改訂新版 世界大百科事典 「イルティザーム」の意味・わかりやすい解説
イルティザーム
Iltizām
17世紀後半以後,オスマン帝国支配下のエジプト,歴史的シリア,イラク,トルコ,バルカン各地において実施された徴税請負制。イスラム諸王朝における徴税請負制の歴史そのものは古いが,とくにこの名でよばれる制度は,イクター制,ティマール制を基礎とする中世イスラム社会の基本的社会組織を解体させる一因となった。オスマン帝国は,エジプトをのぞく上述の地域に,当初ティマール制とよばれる軍事封土制を適用し,エジプトは全土をあげてスルタンの直轄領(ハス)とされた。

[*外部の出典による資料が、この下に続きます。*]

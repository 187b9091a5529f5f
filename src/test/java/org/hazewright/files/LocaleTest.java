package org.hazewright.files;

import static org.junit.jupiter.api.Assertions.assertEquals;

import java.nio.charset.StandardCharsets;
import java.nio.file.Path;
import java.util.List;
import java.util.Locale;
import java.util.OptionalDouble;
import org.hazewright.brief.Brief;
import org.hazewright.mixture.Recipe;
import org.hazewright.optics.Refusal;
import org.hazewright.shelf.Shelf;
import org.junit.jupiter.api.io.TempDir;
import org.junit.jupiter.params.ParameterizedTest;
import org.junit.jupiter.params.provider.CsvSource;

/** Files are read, written and refused the same wherever the program runs: Turkish dotless i, German decimal comma. */
class LocaleTest {
    @TempDir
    Path folder;

    @ParameterizedTest
    @CsvSource({"tr,TR", "de,DE", "ar,EG"})
    void everyWhereTheSame(String language, String country) throws Exception {
        SmallShelf.in(folder);
        assertEquals(says(folder, "en", "US"), says(folder, language, country));
    }

    private static String says(Path folder, String language, String country) throws Exception {
        Process process = new ProcessBuilder(
                        Path.of(System.getProperty("java.home"), "bin", "java").toString(),
                        "-Duser.language=" + language,
                        "-Duser.country=" + country,
                        "-cp",
                        System.getProperty("java.class.path"),
                        Reader.class.getName(),
                        folder.toString())
                .redirectErrorStream(true)
                .start();
        String said = new String(process.getInputStream().readAllBytes(), StandardCharsets.UTF_8);
        assertEquals(0, process.waitFor(), said);
        return said;
    }

    /** Reads everything and prints what came of it, in a Java machine of its own. */
    static final class Reader {
        public static void main(String[] args) {
            Path folder = Path.of(args[0]);
            StringBuilder out = new StringBuilder();
            Shelf shelf = ShelfReader.read(folder);
            out.append(shelf.require("ink").absorption().get().kappaCm2PerG(650))
                    .append('\n');
            out.append(shelf.require("emulsion-L07").scattering()).append('\n');
            Path brief = Marked.write(
                    folder.resolve("FOREARM-I.BRIEF.TOML"),
                    "format = 1\nbase = \"water\"\nbatch_ml = 250\n[[target]]\nwavelength_nm = 690\nmua_per_cm = 0.12345\n");
            Brief read = BriefReader.read(brief, TissueSpectra.of(null));
            if (!read.targets().get(0).muaPerCm().equals(OptionalDouble.of(0.12345))) throw new AssertionError();
            out.append(read).append('\n');
            Path recipe = Marked.write(
                    folder.resolve("I.BATCH.TOML"),
                    "format = 1\nbase = \"water\"\n[[item]]\ningredient = \"water\"\nmass_g = 1234.5\nweighed_g = 1234567.5\n");
            Recipe made = RecipeReader.read(recipe, shelf);
            out.append(RecipeWriter.text(made, List.of("note")));
            for (String broken : List.of(
                    "FORMAT = 1", "format = 1\nbase = \"water\"\nbatch_ml = -1234.5\n", "format = 1\nbatch_ml = 1,5\n"))
                try {
                    BriefReader.read(Marked.write(brief, broken), TissueSpectra.of(null));
                    throw new AssertionError(broken);
                } catch (Refusal refusal) {
                    out.append(refusal.getMessage()).append('\n');
                }
            byte[] bytes = (Locale.getDefault().getLanguage().isEmpty() ? "no locale" : out.toString())
                    .getBytes(StandardCharsets.UTF_8);
            System.out.write(bytes, 0, bytes.length);
            System.out.flush();
        }
    }
}
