package org.hazewright.files;

import static org.junit.jupiter.api.Assertions.assertEquals;

import java.nio.file.Path;
import java.util.List;
import java.util.Optional;
import java.util.OptionalDouble;
import java.util.function.Supplier;
import java.util.stream.Stream;
import org.hazewright.brief.Brief;
import org.hazewright.brief.Series;
import org.hazewright.brief.Target;
import org.hazewright.brief.Tissue;
import org.hazewright.brief.Titration;
import org.hazewright.optics.Spectrum;
import org.junit.jupiter.api.Test;
import org.junit.jupiter.api.io.TempDir;
import org.junit.jupiter.params.ParameterizedTest;
import org.junit.jupiter.params.provider.MethodSource;

class SeriesReaderTest {
    private static final Supplier<Tissue.Spectra> FLAT = () -> {
        Spectrum flat = new Spectrum("flat", new double[] {600, 900}, new double[] {0.1, 0.1});
        return new Tissue.Spectra(flat, flat, flat, flat);
    };

    private static final String HEAD = """
            format = 1
            title = "Blocks"
            base = "water"
            batch_ml = 100
            """;

    static final String ROWS = HEAD + """
            [[phantom]]
            name = "pale"
            wavelength_nm = 800
            mua_per_cm = 0.1
            musp_per_cm = 10
            mua_tolerance = 0.02
            [[phantom]]
            name = "dark"
            [[phantom.target]]
            wavelength_nm = 690
            mua_per_cm = 0.2
            [[phantom.target]]
            wavelength_nm = 830
            mua_per_cm = 0.3
            [[phantom]]
            name = "arm"
            [phantom.tissue]
            wavelengths_nm = [690]
            haemoglobin_umol_per_l = 0
            water_fraction = 0.5
            [titration]
            keep_musp = true
            aliquot_ml = 5
            evaporation_g_per_step = 0.2
            """;

    static final String GRID = HEAD + """
            [tolerance]
            mua = 0.1
            [series]
            wavelengths_nm = [800]
            musp_per_cm = [5, 10, 15, 20]
            mua_per_cm = [0, 0.07, 0.14, 0.21, 0.28, 0.35, 0.42, 0.49]
            mua_tolerance_per_cm = 0.01
            """;

    @TempDir
    Path folder;

    private Series read(String text) {
        return SeriesReader.read(Marked.write(folder.resolve("set.brief.toml"), text), FLAT);
    }

    /** The grid of Pifferi et al., Appl. Opt. 44, 2104 (2005), 32 blocks near 800 nm (values from memory). */
    @Test
    void aGridPairsEveryScatteringWithEveryAbsorption() {
        Series series = read(GRID);
        assertEquals(32, series.phantoms().size());
        Brief first = series.phantoms().get(0);
        assertEquals("set-A1", first.name());
        assertEquals("Blocks, A1", first.title());
        assertEquals("A1", series.ownName(first));
        Brief last = series.phantoms().get(31);
        assertEquals("D8", series.ownName(last));
        assertEquals(
                List.of(new Target(800, OptionalDouble.of(0.49), OptionalDouble.of(20), 0.01, 0.05 * 20, 1)),
                last.targets());
        assertEquals(0.07, series.phantoms().get(9).targets().get(0).muaPerCm().getAsDouble());
        assertEquals(10, series.phantoms().get(9).targets().get(0).muspPerCm().getAsDouble());
        assertEquals(Optional.empty(), series.titration());
    }

    @Test
    void aGridOfOneQuantityIsARow() {
        Series series = read(HEAD + "[series]\nwavelengths_nm = [690, 830]\nmua_per_cm = [0.1, 0.2]\n");
        assertEquals(2, series.phantoms().size());
        assertEquals(2, series.phantoms().get(1).targets().size());
        assertEquals(
                OptionalDouble.empty(),
                series.phantoms().get(1).targets().get(1).muspPerCm());
    }

    @Test
    void rowsArriveInTheirOrderWithTheirOwnTargets() {
        Series series = read(ROWS);
        assertEquals(
                List.of("pale", "dark", "arm"),
                series.phantoms().stream().map(series::ownName).toList());
        assertEquals(
                List.of(new Target(800, OptionalDouble.of(0.1), OptionalDouble.of(10), 0.002, 0.5, 1)),
                series.phantoms().get(0).targets());
        assertEquals(2, series.phantoms().get(1).targets().size());
        assertEquals(0.05, series.phantoms().get(2).targets().get(0).muaPerCm().getAsDouble(), 1e-12);
        assertEquals(Optional.of(new Titration(true, 5, 0.2)), series.titration());
    }

    @Test
    void aTargetBesideTheSetIsWantedOfEveryPhantom() {
        Series grid = read(GRID + "[[target]]\nwavelength_nm = 690\nmusp_per_cm = 12\nmusp_tolerance = 0.1\n");
        Target shared = new Target(690, OptionalDouble.empty(), OptionalDouble.of(12), 0, 0.1 * 12, 1);
        for (Brief b : grid.phantoms())
            assertEquals(
                    List.of(800.0, 690.0),
                    b.targets().stream().map(Target::wavelengthNm).toList());
        for (Brief b : grid.phantoms()) assertEquals(shared, b.targets().get(1));
        Series row = read(HEAD + "[series]\nwavelengths_nm = [690, 830]\nmua_per_cm = [0.1, 0.2]\n[[target]]\n"
                + "wavelength_nm = 830\nmusp_per_cm = 8\n");
        assertEquals(
                List.of(
                        new Target(690, OptionalDouble.of(0.2), OptionalDouble.empty(), 0.05 * 0.2, 0, 1),
                        new Target(830, OptionalDouble.of(0.2), OptionalDouble.of(8), 0.05 * 0.2, 0.05 * 8, 1)),
                row.phantoms().get(1).targets(),
                "one that only names the other quantity joins the phantom's own");
    }

    static Stream<Mistake> mistakes() {
        return Stream.of(
                of("▶" + HEAD, "no phantoms", "use the command design"),
                of(
                        "▶" + HEAD + "[[target]]\nwavelength_nm = 690\nmua_per_cm = 0.1\n",
                        "no phantoms",
                        "use the command design"),
                of(GRID + "▶[[target]]\nwavelength_nm = 690\n", "neither mua_per_cm nor musp_per_cm"),
                of(
                        GRID + "▶[[target]]\nwavelength_nm = 800\nmua_per_cm = 0.1\n",
                        "A1 has its own µa at 800 nm already"),
                of(
                        ROWS + "▶[[target]]\nwavelength_nm = 830\nmua_per_cm = 0.1\n",
                        "dark has its own µa at 830 nm already"),
                of(GRID + "▶[tissue]\nsaturation = 0.5\n", "write it as [phantom.tissue]"),
                of(GRID + "▶[[phantom]]\nname = \"x\"\n", "keep one of them"),
                of(GRID.replace("wavelengths_nm = [800]", "wavelengths_nm = [▶0.8]"), "100 or above"),
                of(GRID.replace("wavelengths_nm = [800]", "▶wavelengths_nm = []"), "at least one number"),
                of(GRID.replace("[5, 10", "[5, ▶-10"), "0 or above"),
                of(GRID.replace("[5, 10", "[5, ▶5, 10"), "5 stands twice"),
                of(
                        GRID.replace("mua_tolerance_per_cm = 0.01", "")
                                .replace("mua_per_cm = [0,", "▶mua_per_cm = [0,"),
                        "give mua_tolerance_per_cm"),
                of(GRID.replace("mua_tolerance_per_cm", "▶mua_tolerance"), "Perhaps mua_tolerance_per_cm"),
                of(HEAD + "▶[series]\nwavelengths_nm = [800]\n", "neither mua_per_cm nor musp_per_cm"),
                of(
                        HEAD + "▶[series]\nwavelengths_nm = [800]\nmua_per_cm = " + list(21) + "\nmusp_per_cm = "
                                + list(20),
                        "420 phantoms"),
                of(ROWS.replace("name = \"dark\"", "▶name = \"pale\""), "at line 6 already"),
                of(ROWS.replace("name = \"dark\"", "▶name = \"a/b\""), "cannot be used"),
                of(
                        ROWS.replace("name = \"dark\"\n", "")
                                .replaceFirst("mua_tolerance = 0.02\n\\[\\[", "mua_tolerance = 0.02\n▶[["),
                        "The key name in [phantom] is missing"),
                of(ROWS.replace("mua_tolerance = 0.02", "▶mua_tol = 0.02"), "Perhaps mua_tolerance is meant"),
                of(
                        ROWS.replace("name = \"dark\"", "name = \"dark\"\n▶mua_per_cm = 1"),
                        "The key mua_per_cm in [phantom] is not known"),
                of(ROWS.replace("aliquot_ml = 5", "▶aliquot_ml = -5"), "0 or above"),
                of(ROWS.replace("keep_musp", "▶keep_mua"), "Perhaps keep_musp is meant"),
                of(ROWS.replace("batch_ml = 100", "▶batch_ml = 0"), "above 0"));
    }

    @ParameterizedTest
    @MethodSource
    void mistakes(Mistake mistake) {
        Path file = folder.resolve("set.brief.toml");
        Marked.of(mistake.text).refusedAs(file, () -> SeriesReader.read(file, FLAT), mistake.words);
    }

    private record Mistake(String text, String[] words) {
        @Override
        public String toString() {
            return String.join(" … ", words);
        }
    }

    private static Mistake of(String text, String... words) {
        return new Mistake(text, words);
    }

    private static String list(int count) {
        StringBuilder out = new StringBuilder("[");
        for (int i = 1; i <= count; i++) out.append(i).append(", ");
        return out.append("]").toString();
    }
}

16世紀末以後,貨幣経済の拡大,軍人・官僚組織の膨張,戦利品収入の縮小などを原因として帝国財政が逼迫すると,スルタンや高官は自己の所領における徴税権を,税額を前払いして徴税を請け負う,徴税請負人(ムルタジム)に一任した。のちにはこの制度が帝国内のすべての税目に対して適用されるようになると,ティマール制は形骸化した。請負の方法は,首都イスタンブールにおいて,当初ムカーターとよばれた各租税項目が毎年競売に付されたが,17世紀以後請負期間が3年ほどに延長され,同世紀末には終身徴税請負制に部分的に移行した。この制度は,それ自身何人もの徴税請負人を介在させることによって過酷な搾取につながったが,18世紀以後は,これを財政的基盤とした在地の有力者(アーヤーン)によるチフトリキ(私的大土地所有)と結びつき,帝国支配のかなめである中央集権体制を形骸化させ,帝国解体の契機となった。タンジマート以後この制度は,しだいに廃止の方向に向かったが,ウシュル(十分の一税),家畜税などの基本的税目についてはなお残され,この制度が完全に廃止されるのは共和国時代(1925-)のことである。